The Wiretap Intercept No. 111027
opinions and skeptical speculations too small to fit into an Industry Gadfly column
Subject: Xilinx CEO says TSMC 28 nm "fabulous", but 20 nm "challenging"

In a Monday article in ElectronicsWeekly.com, Moshe Gavrielov, the CEO of
Xilinx said about TSMC:

   "I think 28 nm is going to be a fabulous node.  A lot of learning
    went into 28 nm to avoid the problems of 40 nm.  Four flavours,
    aimed at various markets, will give it tremendous longevity."

        - Moshe Gavrielov, CEO of Xilinx, (EW 10/24/11)

Because of unrelenting pressure on FPGA's to keep up with ASIC's and SoC's,
Xilinx is one of TSMC's most technologically demanding customers.

This comment came on the same day that TSMC announced that their 28 nm node
was in volume production.  The TSMC press release claimed that their 28 nm
had 80 customer tape-outs -- which they said has "more than doubled" the
number of tape-outs it's ill-fated 40 nm node had.


TSMC'S EARLIER 40 NM YIELD PUBLIC RELATIONS NIGHTMARE

TSMC's 40 nm yield problems were so serious that an engineer brought his
worries into the DeepChip.com discussion back in early 2010:

   Our project is almost ready for tapeout but our VP is afraid to commit
   to TSMC 40 nm because of their off-and-on again yield issues.

   07/06/08 -- Rumors of first parts at 40 nm scheduled for late 2008,
               then delayed to Jan 2009, then delayed to March 2009.

   02/09/09 -- Charlie Demerjian reports TSMC 40 nm has leakage problems
               and power saving at 40 nm will be "minimal to negative".

   04/30/09 -- TSMC CEO Rick Tsai admits in a conference call to
               analysts that "There have been difficulties with the
               yields.  40 nm is a difficult technology to manufacture.
               We understand the root of the problem."

   06/11/09 -- Morris Chang takes back the TSMC CEO job from Rick Tsai.

   06/12/09 -- Goldman Sachs downgrades TSMC from "buy" to "neutral".

   07/01/09 -- FBR Capital Markets reports for 40 nm "we believe yields
               are as low as 20 percent to 30 percent, which may explain
               the recent management change."

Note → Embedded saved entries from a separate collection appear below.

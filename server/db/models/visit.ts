import { DataTypes, Model, type CreationOptional, type InferAttributes, type InferCreationAttributes, type Sequelize } from 'sequelize'

export const REVIEW_STATES = ['received', 'accepted', 'sent_back'] as const
export type ReviewState = typeof REVIEW_STATES[number]
export const VISIT_SOURCES = ['device', 'import'] as const
export type VisitSource = typeof VISIT_SOURCES[number]

/** Quality flags the server computes on every stored visit. */
export interface VisitFlags {
  duplicateFarmCode?: true
  farFromVillageKm?: number
  edgeValues?: string[]
  tooFastSeconds?: number
  /** The farm code is registered in another village (its name): the visit is not linked to the farm. */
  farmInOtherVillage?: string
}

/** One farm visit; its id is made on the device, so a resend upserts instead of duplicating. */
export class Visit extends Model<InferAttributes<Visit>, InferCreationAttributes<Visit>> {
  declare id: string
  declare organisationId: number
  declare roundId: number
  declare villageId: number
  declare enumeratorId: number
  declare questionnaireVersionId: number
  declare farmCode: string
  declare lat: number | null
  declare lon: number | null
  declare accuracyM: number | null
  declare manualLocationReason: string | null
  declare answers: Record<string, unknown>
  /** Keys of the questions the visit's conditions hid (not asked, as opposed to unanswered); null: none. */
  declare notAsked: CreationOptional<string[] | null>
  declare consentAt: Date
  declare startedAt: Date
  declare savedAt: Date
  declare adopted: number
  declare reviewState: CreationOptional<ReviewState>
  declare reviewReason: string | null
  declare flags: VisitFlags
  /** The registered farm (migration 0240); null while the farm's home village is another village. */
  declare farmId: CreationOptional<number | null>
  declare deviceHash: string
  /** The tablet's own id for this visit when the server had to store it under another (migration 0070); else null. */
  declare deviceId: CreationOptional<string | null>
  declare version: CreationOptional<number>
  /** 'import' for past survey data loaded from a CSV file (then importId names the import). */
  declare source: CreationOptional<VisitSource>
  declare importId: CreationOptional<number | null>
  /** Set when the retention purge replaced the farm code by its pseudonym and dropped free-text answers. */
  declare namesPurgedAt: CreationOptional<Date | null>
  declare createdAt: CreationOptional<Date>
  declare updatedAt: CreationOptional<Date>

  static initModel(sequelize: Sequelize) {
    Visit.init({
      id: { type: DataTypes.CHAR(36), primaryKey: true },
      organisationId: { type: DataTypes.INTEGER.UNSIGNED, allowNull: false },
      roundId: { type: DataTypes.INTEGER.UNSIGNED, allowNull: false },
      villageId: { type: DataTypes.INTEGER.UNSIGNED, allowNull: false },
      enumeratorId: { type: DataTypes.INTEGER.UNSIGNED, allowNull: false },
      questionnaireVersionId: { type: DataTypes.INTEGER.UNSIGNED, allowNull: false },
      farmCode: { type: DataTypes.STRING(40), allowNull: false },
      lat: { type: DataTypes.DOUBLE, allowNull: true },
      lon: { type: DataTypes.DOUBLE, allowNull: true },
      accuracyM: { type: DataTypes.DOUBLE, allowNull: true },
      manualLocationReason: { type: DataTypes.STRING(300), allowNull: true },
      answers: { type: DataTypes.JSON, allowNull: false },
      notAsked: { type: DataTypes.JSON, allowNull: true },
      consentAt: { type: DataTypes.DATE(3), allowNull: false },
      startedAt: { type: DataTypes.DATE(3), allowNull: false },
      savedAt: { type: DataTypes.DATE(3), allowNull: false },
      adopted: { type: DataTypes.TINYINT, allowNull: false },
      reviewState: { type: DataTypes.ENUM(...REVIEW_STATES), allowNull: false, defaultValue: 'received' },
      reviewReason: { type: DataTypes.STRING(500), allowNull: true },
      flags: { type: DataTypes.JSON, allowNull: false },
      farmId: { type: DataTypes.INTEGER.UNSIGNED, allowNull: true },
      deviceHash: { type: DataTypes.CHAR(64), allowNull: false },
      deviceId: { type: DataTypes.STRING(36), allowNull: true },
      version: { type: DataTypes.INTEGER.UNSIGNED, allowNull: false, defaultValue: 1 },
      source: { type: DataTypes.ENUM(...VISIT_SOURCES), allowNull: false, defaultValue: 'device' },
      importId: { type: DataTypes.INTEGER.UNSIGNED, allowNull: true },
      namesPurgedAt: { type: DataTypes.DATE(3), allowNull: true },
      createdAt: DataTypes.DATE,
      updatedAt: DataTypes.DATE
    }, { sequelize, tableName: 'visits' })
  }
}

   07/31/09 -- DigiTimes reports "In response to TSMC's 40 nm yield issues,
               Chang said rates have improved from 30% to 60%" at a July
               investors conference.  (i.e. the yield problem is fixed.)

   10/07/09 -- UBS downgrades TSMC from "buy" to "neutral".

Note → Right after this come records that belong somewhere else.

import { createHmac, randomUUID } from 'node:crypto'
import { strFromU8, unzipSync } from 'fflate'
import { afterAll, beforeAll, describe, expect, it } from 'vitest'
import { AuditEntry } from '../../server/db/models'
import { rectangular } from '../support/csv'
import { closeTestDatabase, testDatabase } from '../support/database'
import { type TestRound, makeRound, makeVisit } from '../support/field'
import { type TestOrganisation, makeOrganisation } from '../support/organisation'
import { baseUrl } from '../support/server'

// Visit exports for analysts: farm codes replaced by stable keyed pseudonyms, positions rounded, free text left out;
// the identifying export only with a stated reason, and audited with it.

let org: TestOrganisation
let round: TestRound
let second: TestRound
const FARM = `PX-${randomUUID().slice(0, 8)}`
const visit = () => makeVisit(round, { farmCode: FARM, location: { kind: 'gps', lat: -13.0987654, lon: 31.5012345, accuracyM: 5 } }, { notes: '=HYPERLINK("http://x.example","Ngozi Albrechtsen")' })
let v1: ReturnType<typeof visit>

async function exportCsv(query: string, roundId = round.roundId) {
  const answer = await org.coordinator.get<string>(`/api/rounds/${roundId}/export?${query}`)
  return { status: answer.status, body: answer.body, rows: answer.status === 200 ? rectangular(String(answer.body)) : [] }
}

beforeAll(async () => {
  testDatabase()
  org = await makeOrganisation('Sunbird Terraces Cooperative')
  const notes = [{ key: 'notes', label: 'Notes', type: 'text', maxLength: 200 }]
  round = await makeRound(org.coordinator, org.enumeratorId, notes)
  second = await makeRound(org.coordinator, org.enumeratorId, notes)
  v1 = visit()
  const v2 = makeVisit(second, { farmCode: FARM.toLowerCase() })
  for (const v of [v1, v2]) {
    expect((await org.enumerator.post('/api/sync/visits', { visits: [v] })).status).toBe(200)
    expect((await org.coordinator.post(`/api/review/visits/${v.id}`, { action: 'accept' })).status).toBe(200)
  }
})
afterAll(closeTestDatabase)

describe('the pseudonymised export (the default)', () => {
  it('replaces the farm code by a keyed pseudonym, stable across rounds, and rounds positions to 2 decimals', async () => {
    const { status, body, rows } = await exportCsv('part=visits')
    expect(status).toBe(200)
    expect(String(body)).not.toContain(FARM)
    const [header, row] = rows
    expect(header).toEqual(expect.arrayContaining(['farm_pseudonym', 'lat', 'lon']))
    expect(header).not.toContain('farm_code')
    const cell = (name: string) => row![header!.indexOf(name)]
    expect(cell('farm_pseudonym')).toMatch(/^P-[0-9a-f]{12}$/)
    expect([cell('lat'), cell('lon')]).toEqual(['-13.10', '31.50'])
    // The same farm (any case) in another round: the same pseudonym, so analysts can follow it.
    const other = await exportCsv('part=visits', second.roundId)
    expect(other.rows[1]![other.rows[0]!.indexOf('farm_pseudonym')]).toBe(cell('farm_pseudonym'))
    // Keyed: not a plain hash of the code that anyone could recompute from a guess.
    for (const guess of [FARM, FARM.toLowerCase()]) {
      expect(cell('farm_pseudonym')).not.toBe(`P-${createHmac('sha256', '').update(guess).digest('hex').slice(0, 12)}`)
    }
  })

  it('leaves free-text answers out (they may name people)', async () => {
    const { body, rows } = await exportCsv('part=visits')
    expect(rows[0]).not.toContain('notes')
    expect(String(body)).not.toContain('Ngozi')
    const dictionary = await exportCsv('part=dictionary')
    expect(dictionary.rows.map(r => r[0])).toEqual(expect.arrayContaining(['farm_pseudonym', 'lat', 'lon']))
    expect(dictionary.rows.map(r => r[0])).not.toContain('notes')
  })

  it.each([['0', '-13', '32'], ['1', '-13.1', '31.5'], ['3', '-13.099', '31.501']])('rounds to %s decimals on request', async (precision, lat, lon) => {
    const { rows } = await exportCsv(`part=visits&precision=${precision}`)
    expect([rows[1]![rows[0]!.indexOf('lat')], rows[1]![rows[0]!.indexOf('lon')]]).toEqual([lat, lon])
  })

  it('leaves positions out on request, and refuses a precision it does not offer', async () => {
    const { rows } = await exportCsv('part=visits&precision=none')
    expect(rows[0]).not.toContain('lat')
    expect((await exportCsv('part=visits&precision=7')).status).toBe(400)
  })

  it('says in the read-me of the zip what it protects', async () => {
    const zip = await fetch(`${baseUrl()}/api/rounds/${round.roundId}/export?part=all`, { headers: { 'cookie': org.coordinator.cookieHeader(), 'x-forwarded-for': '10.9.2.1' } })
    const files = unzipSync(new Uint8Array(await zip.arrayBuffer()))
    expect(strFromU8(files['README.txt']!)).toMatch(/pseudonyms/)
    expect(strFromU8(files['visits.csv']!)).not.toContain(FARM)
  })
})

describe('the identifying export', () => {
  it('is refused without a stated reason', async () => {
    const before = await AuditEntry.count({ where: { organisationId: org.id, action: 'round.export_identifying' } })
    const answer = await exportCsv('part=visits&identifying=1')
    expect(answer.status).toBe(400)
    expect(JSON.stringify(answer.body)).toMatch(/Say why/)
    expect((await exportCsv('part=visits&identifying=1&reason=short')).status).toBe(400)
    expect(await AuditEntry.count({ where: { organisationId: org.id, action: 'round.export_identifying' } })).toBe(before)
  })

  it('gives farm codes, exact positions and free text (formulas neutralised), audited with the reason', async () => {
    const reason = 'Revisit list for the follow-up survey in Kalinde ward'
    const { status, rows } = await exportCsv(`part=visits&identifying=1&reason=${encodeURIComponent(reason)}`)
    expect(status).toBe(200)
    const [header, row] = rows
    const cell = (name: string) => row![header!.indexOf(name)]
    expect(cell('farm_code')).toBe(FARM)
    expect([cell('lat'), cell('lon')]).toEqual(['-13.0987654', '31.5012345'])
    // A text answer that a spreadsheet would run as a formula gets a leading apostrophe (server/utils/csv.ts).
    expect(cell('notes')).toBe('\'=HYPERLINK("http://x.example","Ngozi Albrechtsen")')
    const entry = await AuditEntry.findOne({ where: { organisationId: org.id, action: 'round.export_identifying' }, order: [['id', 'DESC']] })
    expect(entry!.details).toMatchObject({ reason, part: 'visits' })
    expect(entry!.entityId).toBe(String(round.roundId))
  })
})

   10/30/09 -- DigitTimes reports "TSMC said it has seen yield rates for
               its 40 nm node drop to 40% due to chamber matching issues."
               (i.e. the yield problem is back!)  And "CEO Morris Chang
               pledged the issue will be solved within the quarter."

   11/10/09 -- Nvidia confirms in the conference call that they were supply
               constrained due to TSMC low yield issues.

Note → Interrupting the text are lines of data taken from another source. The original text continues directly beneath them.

import { DataTypes, Model, type CreationOptional, type InferAttributes, type InferCreationAttributes, type Sequelize } from 'sequelize'

/** A photo of a visit in object storage; 'stored' only after the complete object was checked. */
export class Photo extends Model<InferAttributes<Photo>, InferCreationAttributes<Photo>> {
  declare id: string
  declare visitId: string
  /** The tablet's own id for this photo when the server had to store it under another (migration 0070); else null. */
  declare deviceId: CreationOptional<string | null>
  declare objectKey: string
  declare sizeBytes: number
  declare contentType: string
  declare sha256: string
  declare status: CreationOptional<'pending' | 'stored'>
  declare createdAt: CreationOptional<Date>
  declare updatedAt: CreationOptional<Date>

  static initModel(sequelize: Sequelize) {
    Photo.init({
      id: { type: DataTypes.CHAR(36), primaryKey: true },
      visitId: { type: DataTypes.CHAR(36), allowNull: false },
      deviceId: { type: DataTypes.STRING(36), allowNull: true },
      objectKey: { type: DataTypes.STRING(200), allowNull: false },
      sizeBytes: { type: DataTypes.INTEGER.UNSIGNED, allowNull: false },
      contentType: { type: DataTypes.STRING(40), allowNull: false },
      sha256: { type: DataTypes.CHAR(64), allowNull: false },
      status: { type: DataTypes.ENUM('pending', 'stored'), allowNull: false, defaultValue: 'pending' },
      createdAt: DataTypes.DATE,
      updatedAt: DataTypes.DATE
    }, { sequelize, tableName: 'photos' })
  }
}
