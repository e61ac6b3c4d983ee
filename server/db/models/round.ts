import { DataTypes, Model, type CreationOptional, type InferAttributes, type InferCreationAttributes, type Sequelize } from 'sequelize'

export const ROUND_STATUSES = ['draft', 'open', 'closed'] as const
export type RoundStatus = typeof ROUND_STATUSES[number]

/** One survey round: one technology, one season, a set of villages and a versioned questionnaire. */
export class Round extends Model<InferAttributes<Round>, InferCreationAttributes<Round>> {
  declare id: CreationOptional<number>
  declare organisationId: number
  declare name: string
  declare technology: string
  declare season: string
  declare status: CreationOptional<RoundStatus>
  declare currentVersionId: number | null
  /** Visits wanted per village; the round page shows progress against it (null: none set). */
  declare targetVisitsPerVillage: CreationOptional<number | null>
  declare createdAt: CreationOptional<Date>
  declare updatedAt: CreationOptional<Date>

  static initModel(sequelize: Sequelize) {
    Round.init({
      id: { type: DataTypes.INTEGER.UNSIGNED, autoIncrement: true, primaryKey: true },
      organisationId: { type: DataTypes.INTEGER.UNSIGNED, allowNull: false },
      name: { type: DataTypes.STRING(160), allowNull: false },
      technology: { type: DataTypes.STRING(160), allowNull: false },
      season: { type: DataTypes.STRING(60), allowNull: false },
      status: { type: DataTypes.ENUM(...ROUND_STATUSES), allowNull: false, defaultValue: 'draft' },
      currentVersionId: { type: DataTypes.INTEGER.UNSIGNED, allowNull: true },
      targetVisitsPerVillage: { type: DataTypes.INTEGER.UNSIGNED, allowNull: true, defaultValue: null },
      createdAt: DataTypes.DATE,
      updatedAt: DataTypes.DATE
    }, { sequelize, tableName: 'rounds' })
  }
}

   01/13/10 -- DigitTimes reports "TSMC has been struggling to increase
               yields on 40nm to over 70%, according to industry sources"
               and Xilinx was moving to UMC to minimize risks.

   01/20/10 -- DigiTimes reports that Mark Liu, senior VP at TSMC had stated
               "that the chamber matching problems that had impacted yield
               rates for the company's 40 nm node have been resolved" and
               that 40 nm yield is "about the same level as its 65 nm node."

   We don't know if we should double order TSMC and pray this is mostly true
   or to focus our efforts on making UMC or GF as our primary.  Suggestions?

      - from http://www.deepchip.com/items/0484-05.html

Since that Feb 2010 post, 40 nm TSMC yield problems had been plaguing both
Nvidia and AMD such that it was hurting both their chip sales.


In stark contrast, today's TSMC 28 nm press release reports that "TSMC 28HP,
28HPL and 28LP are all in volume production and 28HPM will be ready for
production by the end of this year."

Altera, AMD, Nvidia, Qualcomm, and Xilinx were all happy 28 nm customers
cited in this press release.  Rumor has it Texas Instruments also has
some ARM Cortex chips at TSMC 28 nm, too.  And some industry observers were
surprised to find Apple missing in this TSMC 28 nm press release.

Along with implied good yields, TSMC claims its 28 nm chips are 45% faster
than its 40 nm chips.

         ----    ----    ----    ----    ----    ----   ----

STILL A WARNING ABOUT TSMC 20 NM

   "20 nm will be a challenging node.  Double patterning and finfets
    will make it take some time."

        - Moshe Gavrielov, CEO of Xilinx, (EW 10/24/11)

Which is no big surprise because everyone's still having trouble at 20 nm.